• PROBLEM DESCRIPTION: For the records below, print every one exactly, with nothing dropped.

• INFORMATION:
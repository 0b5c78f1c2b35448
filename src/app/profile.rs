//! The duct profile: areas, width, wall and curvature radius against distance, angle or frequency,
//! flagged sections marked; a click opens that section in the inspector.

use super::{Cmd, palette};
pub use ductline::figure::XAxis;
use ductline::measure::Row;
use egui_plot::{Line, Plot, PlotPoints, Points};

pub struct ProfileState {
    pub x: XAxis,
    pub show: [bool; 5],
}

impl Default for ProfileState {
    fn default() -> Self {
        ProfileState { x: XAxis::Distance, show: [true, true, true, true, false] }
    }
}

const SERIES: [&str; 5] = ["SV area (mm²)", "ST area (mm²)", "partition width (mm)", "wall (mm)", "curvature radius (mm)"];

fn y_of(r: &Row, k: usize) -> Option<f64> {
    match k {
        0 => r.sv.area,
        1 => r.st.area,
        2 => r.partition_width_mm,
        3 => r.wall_mm,
        _ => Some(r.curvature_radius_mm).filter(|v| v.is_finite()),
    }
}

pub fn profile_ui(ui: &mut egui::Ui, st: &mut ProfileState, rows: &[Row], selected: Option<usize>) -> Vec<Cmd> {
    let mut cmds = vec![];
    ui.horizontal_wrapped(|ui| {
        ui.label("x:");
        ui.selectable_value(&mut st.x, XAxis::Distance, "distance (mm)").on_hover_text("Arc length from the basal end");
        ui.selectable_value(&mut st.x, XAxis::Angle, "angle (°)").on_hover_text("Angle from the round window");
        ui.selectable_value(&mut st.x, XAxis::Frequency, "frequency (log Hz)").on_hover_text("Greenwood characteristic frequency, log scale");
        ui.separator();
        // the curve switches are the legend: each in its curve's colour
        for (k, name) in SERIES.iter().enumerate() {
            ui.checkbox(&mut st.show[k], egui::RichText::new(*name).color(palette::SERIES[k])).on_hover_text("Show or hide this curve");
        }
        ui.label(egui::RichText::new("flagged sections: dots on the x axis").color(palette::FLAG));
    });
    if rows.is_empty() {
        ui.label("No measurements yet: run Fit & measure.");
        return cmds;
    }
    let x = st.x;
    // one plot per unit, stacked, sharing the x axis
    let h = ((ui.available_height() - 8.0) / 2.0).max(90.0);
    for (title, series) in [("area (mm²)", &[0usize, 1][..]), ("length (mm)", &[2usize, 3, 4][..])] {
        let mut plot = Plot::new(("duct-profile", title))
            .height(h)
            .allow_scroll(false)
            .link_axis(egui::Id::unique("profile-x"), [true, false])
            .link_cursor(egui::Id::unique("profile-x"), [true, false])
            .y_axis_label(title);
        plot = match x {
            XAxis::Distance => plot.x_axis_label("distance from base s (mm)"),
            XAxis::Angle => plot.x_axis_label("angle (°)"),
            XAxis::Frequency => plot.x_axis_label("characteristic frequency (Hz)").x_axis_formatter(|m, _| format!("{:.0}", 10f64.powf(m.value))),
        };
        let resp = plot.show(ui, |pui| {
            for &k in series {
                if !st.show[k] {
                    continue;
                }
                // break the line where values are missing
                let mut seg: Vec<[f64; 2]> = vec![];
                for r in rows {
                    match y_of(r, k) {
                        Some(y) => seg.push([x.value(r), y]),
                        None if !seg.is_empty() => {
                            pui.line(Line::new(SERIES[k], PlotPoints::from(std::mem::take(&mut seg))).color(palette::SERIES[k]));
                        }
                        None => {}
                    }
                }
                if !seg.is_empty() {
                    pui.line(Line::new(SERIES[k], PlotPoints::from(seg)).color(palette::SERIES[k]));
                }
            }
            let flagged: Vec<[f64; 2]> = rows.iter().filter(|r| !r.sound()).map(|r| [x.value(r), 0.0]).collect();
            if !flagged.is_empty() {
                pui.points(Points::new("flagged sections", PlotPoints::from(flagged)).color(palette::FLAG).radius(3.0));
            }
            if let Some(r) = selected.and_then(|i| rows.get(i)) {
                pui.vline(egui_plot::VLine::new("selected", x.value(r)).color(palette::CUT));
            }
            pui.pointer_coordinate()
        });
        if resp.response.clicked()
            && let Some(p) = resp.inner
        {
            let best = rows.iter().enumerate().min_by(|a, b| (x.value(a.1) - p.x).abs().total_cmp(&(x.value(b.1) - p.x).abs())).map(|(i, _)| i);
            if let Some(i) = best {
                cmds.push(Cmd::SelectRow(Some(i)));
            }
        }
    }
    cmds
}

• SOLUTION TO THIS EXERCISE:
repository 0b5c78f1c2b35448
filename src/app/profile.rs
//! The duct profile: areas, width, wall and curvature radius against distance, angle or frequency,
//! flagged sections marked; a click opens that section in the inspector.

use super::{Cmd, palette};
pub use ductline::figure::XAxis;
use ductline::measure::Row;
use egui_plot::{Line, Plot, PlotPoints, Points};

pub struct ProfileState {
    pub x: XAxis,
    pub show: [bool; 5],
}

impl Default for ProfileState {
    fn default() -> Self {
        ProfileState { x: XAxis::Distance, show: [true, true, true, true, false] }
    }
}

const SERIES: [&str; 5] = ["SV area (mm²)", "ST area (mm²)", "partition width (mm)", "wall (mm)", "curvature radius (mm)"];

fn y_of(r: &Row, k: usize) -> Option<f64> {
    match k {
        0 => r.sv.area,
        1 => r.st.area,
        2 => r.partition_width_mm,
        3 => r.wall_mm,
        _ => Some(r.curvature_radius_mm).filter(|v| v.is_finite()),
    }
}

pub fn profile_ui(ui: &mut egui::Ui, st: &mut ProfileState, rows: &[Row], selected: Option<usize>) -> Vec<Cmd> {
    let mut cmds = vec![];
    ui.horizontal_wrapped(|ui| {
        ui.label("x:");
        ui.selectable_value(&mut st.x, XAxis::Distance, "distance (mm)").on_hover_text("Arc length from the basal end");
        ui.selectable_value(&mut st.x, XAxis::Angle, "angle (°)").on_hover_text("Angle from the round window");
        ui.selectable_value(&mut st.x, XAxis::Frequency, "frequency (log Hz)").on_hover_text("Greenwood characteristic frequency, log scale");
        ui.separator();
        // the curve switches are the legend: each in its curve's colour
        for (k, name) in SERIES.iter().enumerate() {
            ui.checkbox(&mut st.show[k], egui::RichText::new(*name).color(palette::SERIES[k])).on_hover_text("Show or hide this curve");
        }
        ui.label(egui::RichText::new("flagged sections: dots on the x axis").color(palette::FLAG));
    });
    if rows.is_empty() {
        ui.label("No measurements yet: run Fit & measure.");
        return cmds;
    }
    let x = st.x;
    // one plot per unit, stacked, sharing the x axis
    let h = ((ui.available_height() - 8.0) / 2.0).max(90.0);
    for (title, series) in [("area (mm²)", &[0usize, 1][..]), ("length (mm)", &[2usize, 3, 4][..])] {
        let mut plot = Plot::new(("duct-profile", title))
            .height(h)
            .allow_scroll(false)
            .link_axis(egui::Id::unique("profile-x"), [true, false])
            .link_cursor(egui::Id::unique("profile-x"), [true, false])
            .y_axis_label(title);
        plot = match x {
            XAxis::Distance => plot.x_axis_label("distance from base s (mm)"),
            XAxis::Angle => plot.x_axis_label("angle (°)"),
            XAxis::Frequency => plot.x_axis_label("characteristic frequency (Hz)").x_axis_formatter(|m, _| format!("{:.0}", 10f64.powf(m.value))),
        };
        let resp = plot.show(ui, |pui| {
            for &k in series {
                if !st.show[k] {
                    continue;
                }
                // break the line where values are missing
                let mut seg: Vec<[f64; 2]> = vec![];
                for r in rows {
                    match y_of(r, k) {
                        Some(y) => seg.push([x.value(r), y]),
                        None if !seg.is_empty() => {
                            pui.line(Line::new(SERIES[k], PlotPoints::from(std::mem::take(&mut seg))).color(palette::SERIES[k]));
                        }
                        None => {}
                    }
                }
                if !seg.is_empty() {
                    pui.line(Line::new(SERIES[k], PlotPoints::from(seg)).color(palette::SERIES[k]));
                }
            }
            let flagged: Vec<[f64; 2]> = rows.iter().filter(|r| !r.sound()).map(|r| [x.value(r), 0.0]).collect();
            if !flagged.is_empty() {
                pui.points(Points::new("flagged sections", PlotPoints::from(flagged)).color(palette::FLAG).radius(3.0));
            }
            if let Some(r) = selected.and_then(|i| rows.get(i)) {
                pui.vline(egui_plot::VLine::new("selected", x.value(r)).color(palette::CUT));
            }
            pui.pointer_coordinate()
        });
        if resp.response.clicked()
            && let Some(p) = resp.inner
        {
            let best = rows.iter().enumerate().min_by(|a, b| (x.value(a.1) - p.x).abs().total_cmp(&(x.value(b.1) - p.x).abs())).map(|(i, _)| i);
            if let Some(i) = best {
                cmds.push(Cmd::SelectRow(Some(i)));
            }
        }
    }
    cmds
}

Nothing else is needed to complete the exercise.